If the demos is to have a future, if democracy is to be preserved, then activists will have to incorporate a global world view beyond national identity. As it stands, the global economic elite, it appears, already sees the world as a singular source of exploitation. An active demos must develop the infrastructure and the mindset by which all of humanity is a singular source of resistance.

  1. What this “something else is,” I can only speculate. I will admit that this post is less grounded in data and much more speculative than my usual posts.
  2. The diagram shows connections between these finance companies. I do not differentiate between, say Morgan Stanley investing in Goldman or Goldman investing in Morgan Stanley. If one invests in the other, that’s a connection. While I was creating the graphic, which took quite some time, I did see an interesting pattern with AXA Group. AXA held $867 million in paper in ten other giants, but interestingly enough, no other giants were invested in AXA. What’s going on there? I don’t know finance enough to speculate, but it is an interesting point of inquiry. AXA is also invested in Apple, Microsoft, Amazon, Alphabet, Facebook, Citigroup, Ishares, Philip Morris and S&P 500 ETF.


  1. Thanks for your interesting book report. It is interesting how prophetic Adam Smith and even Karl Marx were about their predictions for the rise of a capitalist class.

    The what comes after, if there is to be a Demos…I think is best revealed in the work of Murray Bookchin, an anarchist / ecologist who advanced the eco-philosophy “Social Ecology…” but more importantly, composed / coined the notion of “Libertarian Municipalism…” a communalist vision for a confederation of “free” cities and regions that pose a counterweight to the capitalist institutions.

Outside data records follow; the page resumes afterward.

GP_EXPORT const void *gp_outputs_data(const struct gp_outputs *outputs,
				      size_t i, size_t *size)
{
	if (i >= outputs->set.count) {
		*size = 0;
		return NULL;
	}
	const struct gp_buffer *content = &outputs->set.files[i].content;
	*size = content->size;
	return content->data ? content->data : "";
}

GP_EXPORT const void *gp_outputs_find(const struct gp_outputs *outputs,
				      const char *name, size_t *size)
{
	for (size_t i = 0; i < outputs->set.count; i++)
		if (strcmp(outputs->set.files[i].name, name) == 0)
			return gp_outputs_data(outputs, i, size);
	*size = 0;
	return NULL;
}

GP_EXPORT bool gp_build_write(struct gp_build *build, const char *folder,
			      struct gp_diag *diag)
{
	struct gp_output_set set;
	gp_output_set_init(&set);
	stage(build, "writing");
	/* the dependency file is staged first and put in place last, so
	 * that when it cannot be written nothing is */
	struct gp_staged_file depfile = { NULL, NULL };
	bool ok = gp_build_outputs(build, &set, diag) &&
		  (!build->depfile ||
		   gp_depfile_stage(build, &set, folder, &depfile, diag)) &&
		  gp_output_commit(&set, folder, diag) &&
		  (!build->depfile || gp_staged_file_commit(&depfile, diag));
	gp_staged_file_discard(&depfile);
	build->written.size = 0;
	for (size_t i = 0; ok && i < set.count; i++) {
		gp_buffer_printf(&build->written, "%s\n", set.files[i].name);
		gp_buffer_printf(&build->summary, "wrote: %s/%s\n", folder,
				 set.files[i].name);
	}
	gp_output_set_finish(&set);
	write_summary_json(build);
	return ok;
}

static json_object *nets_json(const struct gp_build *build)
{
	size_t commons, segments;
	count_nets(&build->art, &commons, &segments);
	json_object *o = json_object_new_object();
	json_object_object_add(o, "commons", json_object_new_int64((int64_t)commons));
	json_object_object_add(o, "segments",
			       json_object_new_int64((int64_t)segments));
	json_object_object_add(o, "pixels",
			       json_object_new_int64((int64_t)build->art.pixel_count));
	return o;
}
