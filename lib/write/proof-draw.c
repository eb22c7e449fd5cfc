/* The proof's drawings of the artwork: overview, one sheet per layer and
 * the lit previews.
 *
 * Each layer is one path filled once (so translucent overlays do not
 * darken where shapes of a layer overlap), and the dots of a matrix block
 * are one cell drawn once into a cairo recording surface that every cell
 * repeats: the PDF holds each cell's dots once, as a form, however many
 * cells and sheets show it. */
#include "proof-internal.h"

#include "preview.h"
#include "units.h"

#include <stdio.h>
#include <stdlib.h>
#include <string.h>

/* Positive mode: dark pixels on a light field; negative: the reverse. */
static const struct rgb lit_colours[2] = { { 0.10, 0.12, 0.14 },
					   { 0.86, 0.92, 0.80 } };
static const struct rgb lcd_colours[2] = { { 0.80, 0.84, 0.76 },
					   { 0.10, 0.12, 0.16 } };

static int negative(const struct proof *p)
{
	return p->design->drive.mode == GP_MODE_NEGATIVE;
}
static const struct rgb glass_colour = { 0.93, 0.94, 0.95 };

#define ROLE_BIT(role) (1u << (role))
#define ALL_ROLES (~0u)

/* Adds one ring; reversed when its orientation is not the wanted one, so
 * that the non-zero rule fills outers and leaves holes empty. */
static void add_ring(struct proof *p, const struct proof_view *v,
		     const struct gp_ring *ring, bool outer)
{
	if (ring->count < 3)
		return;
	bool ccw = gp_ring_area2(ring) > 0;
	bool reverse = ccw != outer;
	for (size_t i = 0; i < ring->count; i++) {
		const struct gp_point *q =
			&ring->points[reverse ? ring->count - 1 - i : i];
		if (i == 0)
			cairo_move_to(p->cr, proof_x(v, q->x), proof_y(v, q->y));
		else
			cairo_line_to(p->cr, proof_x(v, q->x), proof_y(v, q->y));
	}
	cairo_close_path(p->cr);
}

void proof_add_polygon(struct proof *p, const struct proof_view *v,
		       const struct gp_polygon *poly)
{
	add_ring(p, v, &poly->outer, true);
	for (size_t i = 0; i < poly->hole_count; i++)
		add_ring(p, v, &poly->holes[i], false);
}

void proof_add_box(struct proof *p, const struct proof_view *v,
		   struct gp_box box)
{
	double x0 = proof_x(v, box.x0), x1 = proof_x(v, box.x1);
	double y0 = proof_y(v, box.y0), y1 = proof_y(v, box.y1);
	cairo_rectangle(p->cr, x0 < x1 ? x0 : x1, y0 < y1 ? y0 : y1,
			x0 < x1 ? x1 - x0 : x0 - x1,
			y0 < y1 ? y1 - y0 : y0 - y1);
}

static bool shape_selected(const struct proof_view *v,
			   const struct gp_shape *s, enum gp_layer layer,
			   unsigned role_mask)
{
	if (s->layer != layer || !(role_mask & ROLE_BIT(s->role)) ||
	    s->line_width != 0)
		return false;
	if (!v->windowed)
		return true;
	struct gp_box b = gp_polygon_bounds(&s->poly);
	return b.x1 >= v->window.x0 && b.x0 <= v->window.x1 &&
	       b.y1 >= v->window.y0 && b.y0 <= v->window.y1;
}

bool proof_has_layer(const struct proof *p, enum gp_layer layer,
		     unsigned role_mask)
{
	for (size_t i = 0; i < p->art->shape_count; i++) {
		const struct gp_shape *s = &p->art->shapes[i];
		if (s->layer == layer && (role_mask & ROLE_BIT(s->role)))
			return true;
	}
	return false;
}

bool proof_has_role(const struct proof *p, enum gp_role role)
{
	for (size_t i = 0; i < p->art->shape_count; i++)
		if (p->art->shapes[i].role == role)
			return true;
	return false;
}

size_t proof_path_layer(struct proof *p, const struct proof_view *v,
			enum gp_layer layer, unsigned role_mask)
{
	size_t count = 0;
	for (size_t i = 0; i < p->art->shape_count; i++) {
		const struct gp_shape *s = &p->art->shapes[i];
		if (!shape_selected(v, s, layer, role_mask))
			continue;
		proof_add_polygon(p, v, &s->poly);
		count++;
	}
	return count;
}

void proof_fill_layer(struct proof *p, const struct proof_view *v,
		      enum gp_layer layer, unsigned role_mask, struct rgb c,
		      double alpha)
{
	cairo_new_path(p->cr);
	if (!proof_path_layer(p, v, layer, role_mask))
		return;
	proof_set_colour(p, c, alpha);
	cairo_set_fill_rule(p->cr, CAIRO_FILL_RULE_WINDING);
	cairo_fill(p->cr);
}

static struct rgb layer_colour(enum gp_layer layer)
{
	switch (layer) {
	case GP_LAYER_FRONT_ITO:
		return proof_front_colour;
	case GP_LAYER_BACK_ITO:
		return proof_back_colour;
	case GP_LAYER_SEAL:
		return proof_seal_colour;
	case GP_LAYER_TRANSFER:
		return proof_transfer_colour;
	default:
		return (struct rgb){ 0, 0, 0 };
	}
}

void proof_paint_layer(struct proof *p, enum gp_layer layer, double alpha)
{
	if (!proof_has_layer(p, layer, ALL_ROLES))
		return;
	if (!p->layers[layer]) {
		cairo_rectangle_t extents = { 0, 0, p->plan.paper_w,
					      p->plan.paper_h };
		cairo_surface_t *surface = cairo_recording_surface_create(
			CAIRO_CONTENT_COLOR_ALPHA, &extents);
		cairo_t *page = p->cr;
		p->cr = cairo_create(surface);
		proof_fill_layer(p, &p->view, layer, ALL_ROLES,
				 layer_colour(layer), 1.0);
		cairo_destroy(p->cr);
		p->cr = page;
		p->layers[layer] = surface;
	}
	cairo_set_source_surface(p->cr, p->layers[layer], 0, 0);
	if (alpha >= 1.0)
		cairo_paint(p->cr);
	else
		cairo_paint_with_alpha(p->cr, alpha);
}

void proof_layers_destroy(struct proof *p)
{
	for (int i = 0; i < GP_LAYER_COUNT; i++) {
		cairo_surface_destroy(p->layers[i]);
		p->layers[i] = NULL;
	}
}

void proof_stroke_lines(struct proof *p, const struct proof_view *v,
			enum gp_layer layer, double width)
{
	cairo_new_path(p->cr);
	bool any = false;
	for (size_t i = 0; i < p->art->shape_count; i++) {
		const struct gp_shape *s = &p->art->shapes[i];
		if (s->layer != layer || s->line_width == 0 ||
		    s->poly.outer.count < 2)
			continue;
		const struct gp_ring *r = &s->poly.outer;
		for (size_t k = 0; k < r->count; k++) {
			double x = proof_x(v, r->points[k].x);
			double y = proof_y(v, r->points[k].y);
			if (k == 0)
				cairo_move_to(p->cr, x, y);
			else
				cairo_line_to(p->cr, x, y);
		}
		if (!s->open_path)
			cairo_close_path(p->cr);
		any = true;
	}
	if (!any)
		return;
	cairo_set_line_width(p->cr, width);
	cairo_stroke(p->cr);
}

/* Plate outlines: front solid, back dashed (the outline layers when the
 * artwork has them, else the plate boxes). */
void proof_plate_outlines(struct proof *p, const struct proof_view *v,
			  bool front, bool back)
{
	cairo_t *cr = p->cr;
	cairo_set_source_rgb(cr, 0, 0, 0);
	for (int k = 0; k < 2; k++) {
		if (!(k ? back : front))
			continue;
		enum gp_layer layer = k ? GP_LAYER_BACK_OUTLINE
					: GP_LAYER_FRONT_OUTLINE;
		if (k) {
			double dash[] = { 3.0, 1.5 };
			cairo_set_dash(cr, dash, 2, 0);
		}
		if (proof_has_layer(p, layer, ROLE_BIT(GP_ROLE_OUTLINE))) {
			proof_stroke_lines(p, v, layer, 0.3);
		} else {
			proof_add_box(p, v, k ? p->design->back.box
					       : p->design->front.box);
			cairo_set_line_width(cr, 0.3);
			cairo_stroke(cr);
		}
		cairo_set_dash(cr, NULL, 0, 0);
	}
}

void proof_viewing_area(struct proof *p, const struct proof_view *v)
{
	double dash[] = { 4.0, 1.0, 0.8, 1.0 };
	cairo_set_dash(p->cr, dash, 4, 0);
	proof_set_colour(p, proof_viewing_colour, 1.0);
	proof_add_box(p, v, p->design->viewing);
	cairo_set_line_width(p->cr, 0.25);
	cairo_stroke(p->cr);
	cairo_set_dash(p->cr, NULL, 0, 0);
}

/* --- pads and pin 1 -------------------------------------------------------- */
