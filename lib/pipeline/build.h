/* The build: one design laid out, routed and checked.  Each stage reads the
 * design and what earlier stages put here, and adds its own results. */
#ifndef GP_BUILD_H
#define GP_BUILD_H

#include "artwork.h"
#include "buffer.h"
#include "check.h"
#include "diag.h"
#include "drive.h"
#include "model.h"
#include "output.h"
#include "route.h"

struct gp_block_nets {
	int first_common;         /* net index of the block's first common */
	int first_segment;        /* net index of the block's first segment */
	long common_count;
	long segment_count;
};

/* Kinds of output, for writing a subset (gp_build_select). */
enum gp_output_kind {
	GP_OUTPUT_GERBER = 1 << 0,
	GP_OUTPUT_PROOF = 1 << 1,     /* proof.pdf */
	GP_OUTPUT_PINS = 1 << 2,      /* pins.csv */
	GP_OUTPUT_FIRMWARE = 1 << 3,  /* the C header */
	GP_OUTPUT_REPORT = 1 << 4,    /* report.txt, report.json */
	GP_OUTPUT_ALL = (1 << 5) - 1,
};

struct gp_show;

struct gp_build {
	const struct gp_design *design;
	struct gp_artwork art;
	struct gp_block_nets *blocks;   /* one per design block */
	struct gp_digit_row *digit_rows; /* one per design digit row */
	size_t digit_row_count;         /* rows laid out */
	struct gp_buffer summary;
	/* Lines for the summary added by stages ("font: ..."), newline-ended. */
	struct gp_buffer notes;
	/* Lead ends offered by layout stages (gp_build_add_lead_end). */
	struct gp_lead_end *ends;
	size_t end_count, end_capacity;
	/* Pads made by routing, in ledge order. */
	struct gp_pin *pins;
	size_t pin_count;
	/* The description's ledges as the routing resolved them (plate,
	 * pin 1, pin map); the design itself is not changed. */
	struct gp_ledge ledges[GP_MAX_LEDGES];
	size_t ledge_count;
	/* Files read besides the description (fonts...), one per line, for
	 * dependency files. */
	struct gp_buffer inputs;
	/* Names of the files written by gp_build_write, one per line. */
	struct gp_buffer written;
	struct gp_buffer json;
	unsigned outputs;               /* enum gp_output_kind bits */
	bool outputs_chosen;            /* by gp_build_select (--only) */
	const char *depfile;            /* gp_build_set_depfile, borrowed */
	bool has_epoch;                 /* SOURCE_DATE_EPOCH given */
	int64_t epoch;
	/* The drive resolved against the commons the layout made (N is
	 * art.common_count, counted once, from the artwork), when the
	 * description has a 'drive' or 'optics' section. */
	bool has_drive;
	struct gp_drive_report drive;
	/* findings of the check stage (lib/check.h) */
	struct gp_check_report checks;
	bool checked;
	struct gp_buffer check_text, check_json;
	/* content to preview lit (gp_build_show), or NULL */
	struct gp_show *show;
	void (*progress)(const char *stage, void *data);
	void *progress_data;
};

struct gp_staged_file;
/* Writes the dependency file for set, to be committed into folder, under
 * a temporary name beside build->depfile (depfile.c). */
bool gp_depfile_stage(const struct gp_build *build,
		      const struct gp_output_set *set, const char *folder,
		      struct gp_staged_file *file, struct gp_diag *diag);

/* Should this kind of output be written? */
bool gp_build_wants(const struct gp_build *build, enum gp_output_kind kind);
/* Records a file the build read (a font, ...); once per path. */
bool gp_build_add_input(struct gp_build *build, const char *path);
/* The date every output carries, "YYYY-MM-DD", or NULL without an epoch. */
const char *gp_build_date(const struct gp_build *build, char *buffer,
			  size_t size);

/* Lays out every dot-matrix block: nets, electrode strips, pixels. */
bool gp_blocks_layout(struct gp_build *build, struct gp_diag *diag);

/* Net index of a block's common for dot row `row` (0-based over the whole
 * block, line by line), or -1 if out of range. */
int gp_block_common_net(const struct gp_build *build, size_t block, long row);

/* Renders every output of the build into set, in memory, touching no
 * file: gp_build_write is this followed by gp_output_commit.  Every
 * writer is called from here, so that the outputs in memory and on disk
 * are the same set.  The fuzz
 * harness and tests use it to run the whole pipeline without a disk. */
bool gp_build_outputs(struct gp_build *build,
		      struct gp_output_set *set,
		      struct gp_diag *diag);

/* The drive of a design on the commons its layout makes: runs the
 * layout stages (blocks, digits, icons) on a scratch build and resolves
 * the drive against their COM nets, with or without a drive section
 * (gp_drive_resolve_spec; an empty window is an error in diag and
 * report->result.feasible false).  For 'glassplot drive' and tests. */
bool gp_design_drive(const struct gp_design *design,
		     struct gp_drive_report *report, struct gp_diag *diag);

/* Lays out every icon: nets, front electrodes and bridges, back patches
 * and bridges, pixels, summary lines (icon-layout.c). */
bool gp_icons_layout(struct gp_build *build, struct gp_diag *diag);

/* Cut outlines of both plates. */
bool gp_outlines_layout(struct gp_build *build, struct gp_diag *diag);

#endif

    Very much utopian but realistic in terms of the question: where could an alternative social power arise that would / could be capable of liberating from state institutions that have been overwhelmingly co-opted by the corporation (Citizens United case, Southern Pacific v. Santa Clara that falsely conferred “person-hood” to corporations.

    I accept that a nation state is a social construct and that there are other ways to organize a country, or society. Bookchin’s answer to the question what next requires active citizen participation and a generation of education and preparation.

    The other alternative is the time tested autocracy, which has always grated on the people.


    1. Bookchin’s work is getting quite the following of late. I’ve not read him, but I think I’ll have to if I’m to remain current. Thank you. The trick is, how do we create such a society in the face of such overwhelming concentration of wealth and power?